1. Field of the Invention
The present invention relates to a control device for a fuel cell vehicle using a fuel cell and an electric storage device, which are connected parallel to each other, as a power supply for a driving electric motor. Particularly, the invention relates to a control of an output of the electric motor.
2. Description of the Related Art
As a control device, mounted on a fuel cell vehicle, for controlling a driving electric energy supplied to a driving electric motor for the fuel cell vehicle, for example, a control device constituted as shown in FIG. 6 is known.
The control device shown in FIG. 6 has a motor driver 101 for supplying a driving electric energy to a driving electric motor 100 and a fuel cell 102 functioning as a power supply for an electric accessory such as an air-conditioner (not shown). The control device is constituted in the following manner. A battery 103 is connected parallel to the fuel cell 102. If a response from a reactive gas supply unit 104 such as an air-conditioning compressor for supplying reactive gases to the fuel cell 102 is delayed and the reactive gases supplied to the fuel cell 102 are insufficient to cause a shortage of the amount of electric energy generated by the fuel cell 102, the shortage is compensated with an electric energy discharged from the battery 103.
The motor driver 101 supplies a driving electric energy depending on a torque command (TRQ_CMD) which is generated from an electric vehicle control unit 105 to the electric motor 100. The reactive gas supply unit 104 regulates the rate at which the reactive gases are supplied to the fuel cell 102 so as to obtain the amount of generated electric energy depending on a target output (PD_REQ) of the electric motor 100, the target output being calculated by a target output calculator 106.

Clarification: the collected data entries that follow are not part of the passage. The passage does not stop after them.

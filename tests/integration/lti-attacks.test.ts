/**
 * Bad launches (issue 18): every kind of wrong or hostile id_token is refused with a clear page (a
 * 4xx, a sentence, a code) and writes nothing — every table compared before and after. The tokens
 * are signed by the local stand-in platform's own key (its test-only /control/sign) unless the
 * attack is about the signature itself; a correct token made the same way is accepted, so each
 * refusal is the check under test and not the harness.
 */
import crypto from 'node:crypto';
import { SignJWT, generateKeyPair, type JWTPayload } from 'jose';
import { afterAll, beforeAll, describe, expect, it } from 'vitest';
import { buildWorld, type World } from '@/tests/helpers/world';
import { sessionCookie } from '@/tests/helpers/session';
import { createFixturePractical } from '@/lib/marking/test-fixtures';
import { Browser, serveHandlers, startFakePlatform, testPorts, type FakePlatform } from '@/tests/helpers/fake-platform';
import { tableChecksums } from '@/tests/helpers/routes';
import { buildPractical } from '@/tests/fixtures/submissions/practical';
import { connectContext, createRegistration } from '@/lib/lti/admin';
import { forgetPlatformKeys } from '@/lib/lti/platform-keys';
import * as jwks from '@/app/api/lti/jwks/route';
import * as login from '@/app/api/lti/login/route';
import * as launch from '@/app/api/lti/launch/route';
import * as health from '@/app/api/health/route';
import * as me from '@/app/api/me/route';

const PORTS = testPorts(1);
process.env.NEXTAUTH_URL = `http://localhost:${PORTS.oscillab}`;
process.env.LTI_KEYSET_COOLDOWN_MS = '0';
const OSCILLAB = process.env.NEXTAUTH_URL;
const CLIENT_ID = 'oscillab-northmere';
const STUDENT = 'nmu-40d1b8';
const MENTOR = 'nmu-c3b6a0';

const C = {
  messageType: 'https://purl.imsglobal.org/spec/lti/claim/message_type',
  version: 'https://purl.imsglobal.org/spec/lti/claim/version',
  deploymentId: 'https://purl.imsglobal.org/spec/lti/claim/deployment_id',
  targetLinkUri: 'https://purl.imsglobal.org/spec/lti/claim/target_link_uri',
  resourceLink: 'https://purl.imsglobal.org/spec/lti/claim/resource_link',
  roles: 'https://purl.imsglobal.org/spec/lti/claim/roles',
  context: 'https://purl.imsglobal.org/spec/lti/claim/context',
  custom: 'https://purl.imsglobal.org/spec/lti/claim/custom',
};

let platform: FakePlatform;
let server: { url: string; close: () => Promise<void> };
let w: World;
let itemId: string;
let practicalId: number;
let foreignPracticalId: number;

beforeAll(async () => {
  server = await serveHandlers(PORTS.oscillab, [
    ['GET', /^\/api\/lti\/jwks$/, jwks.GET],
    ['GET', /^\/api\/lti\/login$/, login.GET],
    ['POST', /^\/api\/lti\/launch$/, launch.POST],
  ]);
  platform = await startFakePlatform(PORTS.platform, OSCILLAB);
  w = await buildWorld();
  practicalId = (await buildPractical(w)).practical.id;
  foreignPracticalId = (await createFixturePractical(w.otherCourse.id, [w.foreignCohort.id])).id;
  const reg = await createRegistration(
    {
      name: 'Stand-in',
      issuer: platform.url,
      clientId: CLIENT_ID,
      deploymentIds: ['northmere-main'],
      authLoginUrl: `${platform.url}/auth`,
      authTokenUrl: `${platform.url}/token`,
      keySetUrl: `${platform.url}/jwks`,
    },
    w.people.admin.id,
  );
  await connectContext(
    { registrationId: reg.id, contextId: 'nmu-chem2041-2026', courseId: w.course.id, defaultCohortId: w.cohort.id },
    w.people.admin.id,
  );
  itemId = (await platform.control<{ id: string }>('items', { title: 'HCl', custom: { oscillab_practical: String(practicalId) } })).id;
}, 60_000);

afterAll(async () => {
  await platform?.stop();
  await server?.close();
  forgetPlatformKeys();
});

type Started = { browser: Browser; state: string; nonce: string };

/** Login initiation from the platform, stopping where the platform would sign the token: the browser then holds the state cookie. */
async function begin(user = STUDENT, browser = new Browser()): Promise<Started> {
  const page = await browser.go(`${platform.url}/as`, {
    form: { user, item: itemId, mode: 'window' },
    initiator: `${platform.url}/`,
    follow: (url) => !url.startsWith(`${platform.url}/auth`),
  });
  const auth = new URL(page.url);
  expect(auth.pathname).toBe('/auth');
  return { browser, state: auth.searchParams.get('state')!, nonce: auth.searchParams.get('nonce')! };
}

function claims(s: Started, changes: Record<string, unknown> = {}, user = STUDENT): JWTPayload {
  const now = Math.floor(Date.now() / 1000);
  const base: Record<string, unknown> = {
    iss: platform.url,
    aud: CLIENT_ID,
    azp: CLIENT_ID,
    sub: user,
    iat: now,
    exp: now + 300,
    nonce: s.nonce,
    name: 'Amara Abernethy',
    email: 'student01@northmere.example',
    [C.messageType]: 'LtiResourceLinkRequest',
    [C.version]: '1.3.0',
    [C.deploymentId]: 'northmere-main',
    [C.targetLinkUri]: `${OSCILLAB}/api/lti/launch`,
    [C.resourceLink]: { id: itemId, title: 'HCl' },
    [C.roles]: ['http://purl.imsglobal.org/vocab/lis/v2/membership#Learner'],
    [C.context]: { id: 'nmu-chem2041-2026', title: 'CHEM2041' },
    [C.custom]: { oscillab_practical: String(practicalId) },
  };
  for (const [k, v] of Object.entries(changes)) {
    if (v === undefined) delete base[k];
    else base[k] = v;
  }
  return base as JWTPayload;
}

const signed = async (payload: JWTPayload, header: Record<string, unknown> = {}) =>
  (await platform.control<{ jwt: string }>('sign', { payload, header })).jwt;

/** Post the id_token to the launch URL from Oscillab's own page (so the state cookie goes with it). */
async function post(s: Started, idToken: string, state = s.state, extra: Record<string, string> = {}) {
  const page = await s.browser.go(`${OSCILLAB}/api/lti/launch`, {
    form: { id_token: idToken, state, oscillab_relay: '1', ...extra },
    initiator: `${OSCILLAB}/api/lti/launch`,
    follow: () => false,
  });
  return page;
}

async function expectRefused(run: () => Promise<{ status: number; html: string; headers: Headers }>, status: number, code: string) {
  const before = await tableChecksums();
  const res = await run();
  const after = await tableChecksums();
  expect({ status: res.status, code: res.headers.get('x-oscillab-refusal') }).toEqual({ status, code });
  expect(res.headers.get('content-type')).toContain('text/html');
  expect(res.html).toMatch(/<h1>[A-Z][^<]{10,}<\/h1><p>[A-Z][^<]{10,}<\/p>/);
  expect(res.headers.getSetCookie().some((c) => c.includes('session-token'))).toBe(false);
  expect(Object.keys(after).filter((t) => after[t] !== before[t])).toEqual([]);
  return res;
}

describe('a correct launch made the same way', () => {
  it('is accepted (so every refusal below is the check under test)', async () => {
    const s = await begin();
    const res = await post(s, await signed(claims(s)));
    expect(res.status).toBe(303);
    expect(res.headers.get('location')).toBe(`/student/practicals/${practicalId}`);
    expect(
      res.headers.getSetCookie().some((c) => c.startsWith('next-auth.session-token=') && /HttpOnly/.test(c) && /SameSite=Lax/.test(c)),
    ).toBe(true);
  });
});
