/// Where a setting's value came from.
#[derive(Debug, Clone, PartialEq, Eq)]
pub enum Origin {
    /// Its environment variable.
    Environment,
    /// A key of the configuration file.
    File {
        /// The file.
        path: PathBuf,
        /// The key.
        key: &'static str,
    },
}

/// A setting that could not be used.
#[derive(Debug, Clone, PartialEq, Eq)]
pub struct BadSetting {
    /// The setting's environment variable.
    pub name: &'static str,
    /// Where its value came from.
    pub origin: Origin,
    /// Its value.
    pub value: String,
    /// What is wrong with it.
    pub reason: String,
}

impl std::fmt::Display for BadSetting {
    fn fmt(&self, f: &mut std::fmt::Formatter<'_>) -> std::fmt::Result {
        match &self.origin {
            Origin::Environment => write!(f, "{}={:?}: {}", self.name, self.value, self.reason),
            Origin::File { path, key } => write!(
                f,
                "{} = {:?} in {}: {}",
                key,
                self.value,
                path.display(),
                self.reason
            ),
        }
    }
}

/// Why the configuration cannot be used.
#[derive(Debug, Clone, PartialEq, Eq, thiserror::Error)]
pub enum ConfigError {
    /// A setting has a value that cannot be used.
    #[error("{0}")]
    Setting(BadSetting),
    /// The configuration file cannot be read.
    #[error("cannot read the configuration file {} (named by {CONFIG_FILE_VAR}): {reason}", path.display())]
    FileUnreadable {
        /// The file.
        path: PathBuf,
        /// What the operating system said.
        reason: String,
    },
    /// The configuration file is not valid TOML, or has a key or value it must not have.
    #[error("configuration file {}{}: {message}", path.display(), line.map(|l| format!(", line {l}")).unwrap_or_default())]
    FileInvalid {
        /// The file.
        path: PathBuf,
        /// The line (from 1) of the problem, when the parser knows it.
        line: Option<usize>,
        /// What is wrong.
        message: String,
    },
}

impl ConfigError {
    /// The variable of the setting at fault, if the error is about one setting.
    pub fn setting(&self) -> Option<&'static str> {
        match self {
            ConfigError::Setting(bad) => Some(bad.name),
            _ => None,
        }
    }
}

/// The validated configuration of the service.
#[derive(Debug, Clone)]
pub struct Config {
    /// Address to listen on (port 0 picks a free port).
    pub bind: SocketAddr,
    /// SQLite database file (created and migrated on start).
    pub db: PathBuf,
    /// Worker slots (runs computed at once) and threads of the compute pool.
    pub workers: usize,
    /// Largest exact state space (`auto` runs ensembles above it); `None` keeps the science
    /// crate's default.
    pub max_states: Option<u64>,
    /// Largest request body, bytes.
    pub body_limit: usize,
    /// Lease of a claimed run.
    pub lease: Duration,
    /// Interval between heartbeats of a running run (also the progress update interval).
    pub heartbeat: Duration,
    /// Log format.
    pub log_format: LogFormat,
    /// Wait after a completion notification's first failed attempt (doubling after each
    /// further one).
    pub notify_backoff: Duration,
    /// Delivery attempts of a completion notification before it is recorded as failed.
    pub notify_attempts: u32,
    /// The configuration file read, if any.
    pub file: Option<PathBuf>,
}

fn bad(name: &'static str, value: &str, reason: impl Into<String>) -> ConfigError {
    ConfigError::Setting(BadSetting {
        name,
        origin: Origin::Environment,
        value: value.to_owned(),
        reason: reason.into(),
    })
}

fn number<T>(name: &'static str, value: &Option<String>, min: T) -> Result<Option<T>, ConfigError>
where
    T: std::str::FromStr + PartialOrd + std::fmt::Display + Copy,
{
    let Some(v) = value else { return Ok(None) };
    let n: T = v
        .trim()
        .replace('_', "")
        .parse()
        .map_err(|_| bad(name, v, "not a whole number"))?;
    if n < min {
        return Err(bad(name, v, format!("must be at least {min}")));
    }
    Ok(Some(n))
}

impl Config {
    /// Validates `raw`, filling in defaults.
    pub fn from_raw(raw: &RawConfig) -> Result<Self, ConfigError> {
        let bind_text = raw.bind.clone().unwrap_or_else(|| DEFAULT_BIND.to_owned());
        let bind = bind_text.trim().parse().map_err(|_| {
            bad(
                "DEMEFIX_BIND",
                &bind_text,
                "not an address of the form HOST:PORT (an IP address, e.g. 0.0.0.0:8080)",
            )
        })?;
        let cores = std::thread::available_parallelism().map_or(1, |n| n.get());
        let workers = number("DEMEFIX_WORKERS", &raw.workers, 1usize)?.unwrap_or(cores);
        let lease_secs =
            number("DEMEFIX_LEASE_SECS", &raw.lease_secs, 2u64)?.unwrap_or(DEFAULT_LEASE_SECS);
        let heartbeat_secs = number("DEMEFIX_HEARTBEAT_SECS", &raw.heartbeat_secs, 1u64)?
            .unwrap_or(DEFAULT_HEARTBEAT_SECS.min(lease_secs.div_ceil(3)));
        if heartbeat_secs >= lease_secs {
            return Err(bad(
                "DEMEFIX_HEARTBEAT_SECS",
                &heartbeat_secs.to_string(),
                format!(
                    "must be shorter than the lease ({lease_secs} s), or every lease expires \
                     between heartbeats"
                ),
            ));
        }
        let log_format = match raw.log_format.as_deref().map(str::trim) {
            None | Some("text") => LogFormat::Text,
            Some("json") => LogFormat::Json,
            Some(other) => {
                return Err(bad("DEMEFIX_LOG_FORMAT", other, "must be `text` or `json`"))
            }
        };
        let notify_backoff_ms = number("DEMEFIX_NOTIFY_BACKOFF_MS", &raw.notify_backoff_ms, 1u64)?
            .unwrap_or(DEFAULT_NOTIFY_BACKOFF_MS);
        let notify_attempts = number("DEMEFIX_NOTIFY_ATTEMPTS", &raw.notify_attempts, 1u32)?
            .unwrap_or(DEFAULT_NOTIFY_ATTEMPTS);
        if notify_attempts > MAX_NOTIFY_ATTEMPTS {
            return Err(bad(
                "DEMEFIX_NOTIFY_ATTEMPTS",
                &notify_attempts.to_string(),
                format!("must be at most {MAX_NOTIFY_ATTEMPTS}"),
            ));
        }
        Ok(Self {
            bind,
            db: PathBuf::from(raw.db.clone().unwrap_or_else(|| DEFAULT_DB.to_owned())),
            workers,
            max_states: number("DEMEFIX_MAX_STATES", &raw.max_states, 1u64)?,
            body_limit: number("DEMEFIX_BODY_LIMIT", &raw.body_limit, 1024usize)?
                .unwrap_or(DEFAULT_BODY_LIMIT),
            lease: Duration::from_secs(lease_secs),
            heartbeat: Duration::from_secs(heartbeat_secs),
            log_format,
            notify_backoff: Duration::from_millis(notify_backoff_ms),
            notify_attempts,
            file: None,
        })
    }

    /// Validates the settings of `env` over those of the file `file` (read from `path`) over
    /// the defaults. A bad value taken from the file is reported with its key and the file.
    pub fn layered(env: RawConfig, file: FileConfig, path: &Path) -> Result<Self, ConfigError> {
        let (merged, from_file) = env.over(file.into_raw());
        let mut config = Self::from_raw(&merged).map_err(|e| match e {
            ConfigError::Setting(mut bad) if from_file.contains(&bad.name) => {
                if let Some(&(_, key)) = SETTINGS.iter().find(|(name, _)| *name == bad.name) {
                    bad.origin = Origin::File {
                        path: path.to_owned(),
                        key,
                    };
                }
                ConfigError::Setting(bad)
            }
            other => other,
        })?;
        config.file = Some(path.to_owned());
        Ok(config)
    }

    /// Validates `env`, layered over the configuration file at `file` if one is named.
    pub fn load(env: RawConfig, file: Option<&Path>) -> Result<Self, ConfigError> {
        match file {
            None => Self::from_raw(&env),
            Some(path) => Self::layered(env, FileConfig::read(path)?, path),
        }
    }

    /// Reads and validates the process environment and the file named by `DEMEFIX_CONFIG`.
    pub fn from_env() -> Result<Self, ConfigError> {
        let file = std::env::var_os(CONFIG_FILE_VAR)
            .filter(|v| !v.is_empty())
            .map(PathBuf::from);
        Self::load(RawConfig::from_env(), file.as_deref())
    }

    /// The job limits this deployment applies.
    pub fn limits(&self) -> crate::spec::Limits {
        let mut limits = crate::spec::Limits::default();
        if let Some(n) = self.max_states {
            limits.exact.max_states = n;
        }
        limits
    }
}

In this instance, the target output calculator 106 calculates the target output (PD_REQ) of the electric motor 100 fundamentally on the basis of a requested output (PD_CAL) of the electric motor 100 determined depending on the rotational speed (Nm) of the electric motor and the amount of depression (Ap) of an accelerator pedal.
However, when the requested output (PD_CAL) exceeds a continuous output rating (PD_LMT) of the motor driver 101 or the electric motor 100, the target output calculator 106 limits the target output (PD_REQ) to the continuous output rating (PD_LMT) or lower to calculate the target output, thereby preventing the motor driver 101 or the electric motor 100 from running over the continuous output rating (PD_LMT). A torque command calculator 107 calculates the torque command (TRQ_CMD) for the motor driver 101 depending on the target output (PD_REQ). Consequently, the output of the electric motor 100 is suppressed to the continuous output rating (PD_LMT) or lower.
Therefore, when the driver of the fuel cell vehicle depresses the accelerator pedal in order to accelerate the fuel cell vehicle, the output of the electric motor 100 is suppressed to the continuous output rating or lower and a sensation of acceleration that the driver desires is not derived. The drivability may deteriorate. In order to prevent the drivability from deteriorating, the adoption of the motor driver 101 or the electric motor 100 with a higher continuous output rating is considered. In this case, there are the following disadvantages. Since the size of the motor driver 101 or the electric motor 100 is increased, a space for installation therefor is also increased. The cost of the motor driver 101 or the electric motor 100 also increases.